THE TASK: Look below for the line that contains "return parseInput(form, spec, where)", then copy it and each following line exactly, through and including the line that contains "readonly colour?: string;".

DATA SHOWN:
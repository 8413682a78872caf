/**
 * LEDs and rectifier diodes as Shockley junctions with series resistance, solved exactly.
 *
 * Model (Shockley 1949, with an ohmic series resistance):
 *   v = n·V_T·ln(1 + i_j/I_s) + i_j·r_s,        i = i_j + g_leak·v
 * where V_T = kT/q. The junction current has the closed form (Banwell & Jayakumar,
 * Electron. Lett. 36(4), 2000, "Exact analytical solution for current flow through diode
 * with series resistance"):
 *   i_j = (n·V_T/r_s)·W( (I_s·r_s/(n·V_T))·exp((v + I_s·r_s)/(n·V_T)) ) − I_s
 * with W the principal Lambert W branch; far in forward bias the argument's logarithm is used
 * (W(e^y) from y) so nothing overflows, and the current continues as (v − V_knee)/r_s.
 * dv/di_j = n·V_T/(I_s + i_j) + r_s gives the conductance without another W evaluation:
 *   di_j/dv = W/(r_s·(1 + W)).
 * g_leak is a tiny parallel conductance (default 1e-12 S, a numerical floor standing for the
 * junction's real reverse leakage) that keeps the conductance > 0 for every finite v.
 */
import type { DiodeModel } from "../types.ts";
import { thermalVoltage } from "../../constants.ts";
import * as z from "../../zod.ts";
import { TanklightInputError, requireFinite } from "../../errors.ts";
import { conductance, current, dimensionless, parseArgs, parseInput, resistance, temperature, voltage, lazySchema } from "../../schema.ts";
import { lambertWOfLogCore } from "../../math/lambertW.ts";
import { luFactorCore, luSolveCore } from "../../math/lu.ts";

/** A datasheet-style point of the forward characteristic: the voltage at a current. */
export const ForwardPoint = lazySchema(() => z.strictObject({
  /** forward current, A, > 0 */
  current: current({ positive: true }),
  /** forward voltage at that current, V, > 0 */
  voltage: voltage({ positive: true }),
}));
/** A forward point in SI numbers (as results carry it; specs also accept quantity strings). */
export type ForwardPoint = z.output<typeof ForwardPoint>;

/** Shockley parameters at one temperature. */
export interface ShockleyParameters {
  /** saturation current I_s, A, > 0 */
  readonly saturationCurrent: number;
  /** ideality (emission) factor n, > 0 (LEDs ≈ 1.5–4, silicon ≈ 1–2) */
  readonly idealityFactor: number;
  /** ohmic series resistance r_s, Ω, > 0 */
  readonly seriesResistance: number;
}

const positiveNumber = () => dimensionless({ positive: true });

/** Options shared by {@link led} and {@link diode}. */
const junctionOptions = lazySchema(() => ({
  /** junction temperature the model is evaluated at, K; default = referenceTemperature */
  temperature: temperature({ positive: true }).optional(),
  /** temperature at which the points or parameters hold, K; default 298.15 (25 °C, datasheet convention) */
  referenceTemperature: temperature({ positive: true }).optional(),
  /**
   * forward-voltage temperature coefficient at the reference current, V/K; default −0.002
   * (about −2 mV/K: from memory (unverified), docs/references.md "LED forward voltage")
   */
  temperatureCoefficient: z.number({ error: "must be a finite number of V/K" }).refine(Number.isFinite, { error: "must be a finite number of V/K" }).optional(),
  /** current at which the temperature coefficient holds, A; default: the largest fit point or 20 mA */
  referenceCurrent: current({ positive: true }).optional(),
  /** parallel leakage conductance, S, ≥ 0; default 1e-12 (numerical floor, see module comment) */
  leakage: conductance().optional(),
  /** short label for reports */
  label: z.string().optional(),
  /** where the numbers come from (datasheet, preset table, fit …) */
  source: z.string().optional(),
}));
const pointsList = lazySchema(() => z
  .array(ForwardPoint, { error: "must be a list of two or three (current, voltage) points" })
  .min(2, { error: "must hold two or three (current, voltage) points" })
  .max(3, { error: "must hold two or three (current, voltage) points" })
  .readonly());
/** The extra fields of an LED spec. */
const ledFields = lazySchema(() => ({
  /** colour name, e.g. "red" (free text) */
  colour: z.string().optional(),
  /** current at which relative brightness is 1, A; default 20 mA */
  ratedCurrent: current({ positive: true }).optional(),
}));

/** The two forms of a junction spec: forward points, or Shockley parameters. */
function junctionForms<E extends z.ZodRawShape>(extra: E) {
  return {
    points: z.strictObject({
      ...junctionOptions,
      ...extra,
      /** two or three (current, voltage) points, distinct currents */
      points: pointsList,
      /** ideality factor to hold fixed when only two points are given; default 2 */
      idealityFactor: positiveNumber().optional(),
    }),
    parameters: z.strictObject({
      ...junctionOptions,
      ...extra,
      saturationCurrent: current({ positive: true }),
      idealityFactor: positiveNumber(),
      seriesResistance: resistance({ positive: true }),
    }),
  };
}
const DIODE_FORMS = lazySchema(() => junctionForms({}));
const LED_FORMS = lazySchema(() => junctionForms(ledFields));

/** How a junction is specified: datasheet-style points, or Shockley parameters directly (SI numbers or quantity strings). */
export const JunctionSpec = lazySchema(() => z.union([DIODE_FORMS.points, DIODE_FORMS.parameters]));
/** What {@link diode} accepts. */
export type JunctionSpec = z.input<typeof JunctionSpec>;
/** What {@link led} accepts: a junction spec plus colour and rated current. */
export const LedSpec = lazySchema(() => z.union([LED_FORMS.points, LED_FORMS.parameters]));
/** What {@link led} accepts. */
export type LedSpec = z.input<typeof LedSpec>;
type ParsedSpec = z.output<typeof LedSpec>;

/** Options shared by {@link led} and {@link diode} (the fields besides points or parameters). */
export type JunctionOptions = z.input<z.ZodObject<typeof junctionOptions>>;

/**
 * Parses a spec with the form its keys choose (`points` present: the points form), so the
 * messages name the user's fields of that form, not a list of forms.
 */
function parseSpec(spec: unknown, forms: { points: z.ZodType; parameters: z.ZodType }, where: string): ParsedSpec {
  if (spec === null || typeof spec !== "object" || Array.isArray(spec)) {
    throw new TanklightInputError([{ path: "spec", message: "must be an object { points } or { saturationCurrent, idealityFactor, seriesResistance }", value: spec }], where);
  }
  const form = Object.hasOwn(spec, "points") ? forms.points : forms.parameters;
  return parseInput(form, spec, where) as ParsedSpec;
}

/** A Shockley junction with series resistance, ready to evaluate (satisfies DiodeModel). */
export interface Junction extends DiodeModel {
  readonly label: string;
  /** where its numbers come from */
  readonly source: string;
  /** I_s at `temperature`, A */
  readonly is: number;
  /** ideality factor */
  readonly n: number;
  /** series resistance, Ω */
  readonly rs: number;
  /** temperature the model is evaluated at, K */
  readonly temperature: number;
  /** thermal voltage kT/q at `temperature`, V */
  readonly thermalVoltage: number;
  /** parallel leakage conductance, S */
  readonly leakage: number;
  /** the fit points, when the model was built from points */
  readonly points?: readonly ForwardPoint[];
  /** current anode → cathode at voltage v (A); finite for every finite v */
  current(v: number): number;
  /** dI/dV at v, S, > 0 */
  conductance(v: number): number;
  /** the voltage at which the current is i (the exact inverse of `current`), V */
  voltage(i: number): number;
}

/** An LED: a junction plus its colour. */
export interface Led extends Junction {
  readonly kind: "led";
  /** colour name, e.g. "red" (free text for user-built LEDs) */
  readonly colour?: string;
  /** current at which relative brightness is 1, A (the preset's rated current; default 20 mA) */
  readonly ratedCurrent: number;
}

/** A rectifier diode. */
export interface Diode extends Junction {
  readonly kind: "diode";
}

const DEFAULT_T = 298.15;
const DEFAULT_TEMPCO = -0.002;
const DEFAULT_LEAKAGE = 1e-12;

/**
 * The Lambert W value of a junction with series resistance at voltage v, so that the
 * junction current is (n·V_T/r_s)·W − I_s (exported for the loads' hot loops).
 * @param v voltage, V; lnIs ln(I_s); is I_s, A; nvt n·V_T, V; rs Ω (> 0).
 */
export function junctionW(v: number, lnIs: number, is: number, nvt: number, rs: number): number {
  return lambertWOfLogCore(lnIs + Math.log(rs / nvt) + (v + is * rs) / nvt);
}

WRITTEN RESPONSE:
  return parseInput(form, spec, where) as ParsedSpec;
}

/** A Shockley junction with series resistance, ready to evaluate (satisfies DiodeModel). */
export interface Junction extends DiodeModel {
  readonly label: string;
  /** where its numbers come from */
  readonly source: string;
  /** I_s at `temperature`, A */
  readonly is: number;
  /** ideality factor */
  readonly n: number;
  /** series resistance, Ω */
  readonly rs: number;
  /** temperature the model is evaluated at, K */
  readonly temperature: number;
  /** thermal voltage kT/q at `temperature`, V */
  readonly thermalVoltage: number;
  /** parallel leakage conductance, S */
  readonly leakage: number;
  /** the fit points, when the model was built from points */
  readonly points?: readonly ForwardPoint[];
  /** current anode → cathode at voltage v (A); finite for every finite v */
  current(v: number): number;
  /** dI/dV at v, S, > 0 */
  conductance(v: number): number;
  /** the voltage at which the current is i (the exact inverse of `current`), V */
  voltage(i: number): number;
}

/** An LED: a junction plus its colour. */
export interface Led extends Junction {
  readonly kind: "led";
  /** colour name, e.g. "red" (free text for user-built LEDs) */
  readonly colour?: string;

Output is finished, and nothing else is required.